The general recommendation we are moving toward in 3.0 is that any High Availability story in RavenDB has to take the Shared Nothing approach. In effect, this means that you will not using technologies such as Windows Clustering, because that relies on a common shared resource, such as the SAN. Issues there, which actually creep up on you (out of quota space in the SAN can happen very easily) and take down the whole system, even though you spent a lot of time and money on a supposedly highly available solution.
A shared nothing approach limit the potential causes for failure by having multiple nodes that can each operate independently. With RavenDB, this is done using Replication, you define a master/master replication between two nodes, and you can run it with one primary node that your servers connect to usually. At that point, any failure in this node would mean automatic switching over to the secondary, with no downtime. You don’t have to plan for it, you don’t have to configure it, It Just Works.
Now, that is almost true, because you need to be aware that in a split brain situation, you might have conflicts, but you can set a default strategy for that (server X is the authoritative source) or a custom conflict resolution policy.
The two nodes means that you always have a hot spare, which can also handle scale out scenario by handling some of the load from the primary server if needed.
Beyond replication, we also need to ensure that the data that we have is kept safe. A common request from admins that we heard is that a hot spare is wonderful, but they don’t trust that they have a backup if they can’t put it on a tape and file it on a shelve somewhere. That also help for issues such as offsite data storage in case you don’t have a secondary data center (if you do, put a replicated node there as well). This may sound paranoid, but having an offline backup means that if something did a batch job that was supposed to delete old customers, but deleted all customers, you won’t be very happy to realize that this batch delete process was actually replicate to your entire cluster and your customer count is set at zero, and then start declining from there. This is the easy case, a bad case is when you had a bug in your code that wrote bad data over time, you really want to be able to go back to the database as it was two weeks ago, and you can only do that from cold storage.
One way to do that is to actually do backups.

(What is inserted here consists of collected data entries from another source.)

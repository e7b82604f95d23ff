// The textbook AC load line of a single-transistor stage. R'ac is measured,
// not guessed from the topology: the transistor is taken out, every source
// zeroed, and a unit AC current driven from emitter to collector; the voltage
// that builds between them is the AC load the transistor's output sees
// (RC || RL for a common-emitter stage, RE || RL for a follower, plus any
// unbypassed emitter resistance).
#include <cmath>
#include <complex>

#include "stage/errors.hpp"
#include "stage/frequency.hpp"
#include "stage/headroom.hpp"

namespace stage {
namespace {

constexpr const char* kProbe = "load_line_probe";

const Element* only_transistor(const Circuit& circuit) {
  const Element* found = nullptr;
  for (const Element& e : circuit.elements()) {
    if (!std::holds_alternative<Bipolar>(e.data)) continue;
    if (found != nullptr) return nullptr;
    found = &e;
  }
  return found;
}

// The circuit without `transistor`, every source at zero AC and with no wave,
// and the probe current source from emitter to collector.
Circuit probe_circuit(const Circuit& circuit, const Element& transistor) {
  const auto& q = std::get<Bipolar>(transistor.data);
  Circuit probe;
  probe.temperature = circuit.temperature;
  probe.solver = circuit.solver;
  for (const auto& [name, model] : circuit.bipolar_models()) probe.add_model(name, model);
  for (const auto& [name, model] : circuit.diode_models()) probe.add_model(name, model);
  for (const Element& e : circuit.elements()) {
    if (&e == &transistor) continue;
    ElementData data = e.data;
    std::visit(
        [](auto& d) {
          using T = std::decay_t<decltype(d)>;
          if constexpr (std::is_same_v<T, VoltageSource> || std::is_same_v<T, CurrentSource>) {
            d.ac_magnitude = 0;
            d.wave.reset();
          }
        },
        data);
    probe.add(e.name, std::move(data));
  }
  probe.add(kProbe, CurrentSource{q.emitter, q.collector, 0.0, 1.0});
  return probe;
}

}  // namespace

std::optional<LoadLineEstimate> estimate_load_line(const Circuit& circuit, const BiasResult& bias,
                                                   double frequency) {
  const Element* transistor = only_transistor(circuit);
  if (transistor == nullptr) return std::nullopt;
  const auto& q = std::get<Bipolar>(transistor->data);
  const BipolarOperatingPoint& op = bias.bipolar(transistor->name);

  FrequencyOptions options;
  options.from = frequency;
  options.to = frequency * 1.001;
  options.per_decade = 1;
  options.input = kProbe;
  options.output = SignalRef::pair(q.collector, q.emitter);
  options.at = frequency;
  double ac_load = 0;
  try {
    const FrequencyResult r = run_frequency(probe_circuit(circuit, *transistor), options);
    ac_load = std::pow(10.0, *r.figures.gain_at_dB / 20.0);
  } catch (const NumericalError&) {
    return std::nullopt;  // without the transistor a node floats: no load line to draw
  }

  LoadLineEstimate e;
  e.device = transistor->name;
  e.quiescent_current = std::abs(op.collector_current);
  e.quiescent_vce = std::abs(op.vce);
  e.ac_load = ac_load;
  e.saturation_current = e.quiescent_current + e.quiescent_vce / ac_load;
  e.cutoff_vce = e.quiescent_vce + e.quiescent_current * ac_load;
  e.compliance_peak_to_peak = 2 * std::min(e.quiescent_vce, e.quiescent_current * ac_load);
  return e;
}

}  // namespace stage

The problem with doing that is that you usually go for full backups, which means that you might be backing up tens of GB on every backup, and that is very awkward to deal with. Incremental backups are easier to work with, certainly. But when building Highly Available systems, I usually don’t bother with full backups. I already have the data in one or two additional locations, after all. I don’t care for quick restore at this point, because I can do that on one of the replicated nodes. What I do care is that I have an offsite copy of the data that I can use if I ever need to. Because time to restore isn’t a factor, but convenience and management is, I would usually go with the periodic export system.
This is how this looks like:
The Q drive is a shared network drive, and we do an incremental export to it every 10 minutes and a full export every 3 days.
I am aware that this is pretty paranoid setup, we have multiple nodes holding the data, and exports of the data, sometimes I even have each node export the data independently, for the “no data loss, ever”
Oh, and about Federico’s issue? While he was trying to see if he could fix the database in the event such a thing happen in production (in the 3 live replicas at once), he was already replicating to the test sandbox from one of the production live replicas. With big databases it will take time, but a high-availability setup allows it. So even if the data file appears to be corrupted beyond repair, everything is good now.
* To be fair, that is because I’m actually at the airport waiting for a plane to take me on vacation, but I thought it was funnier to state it this way.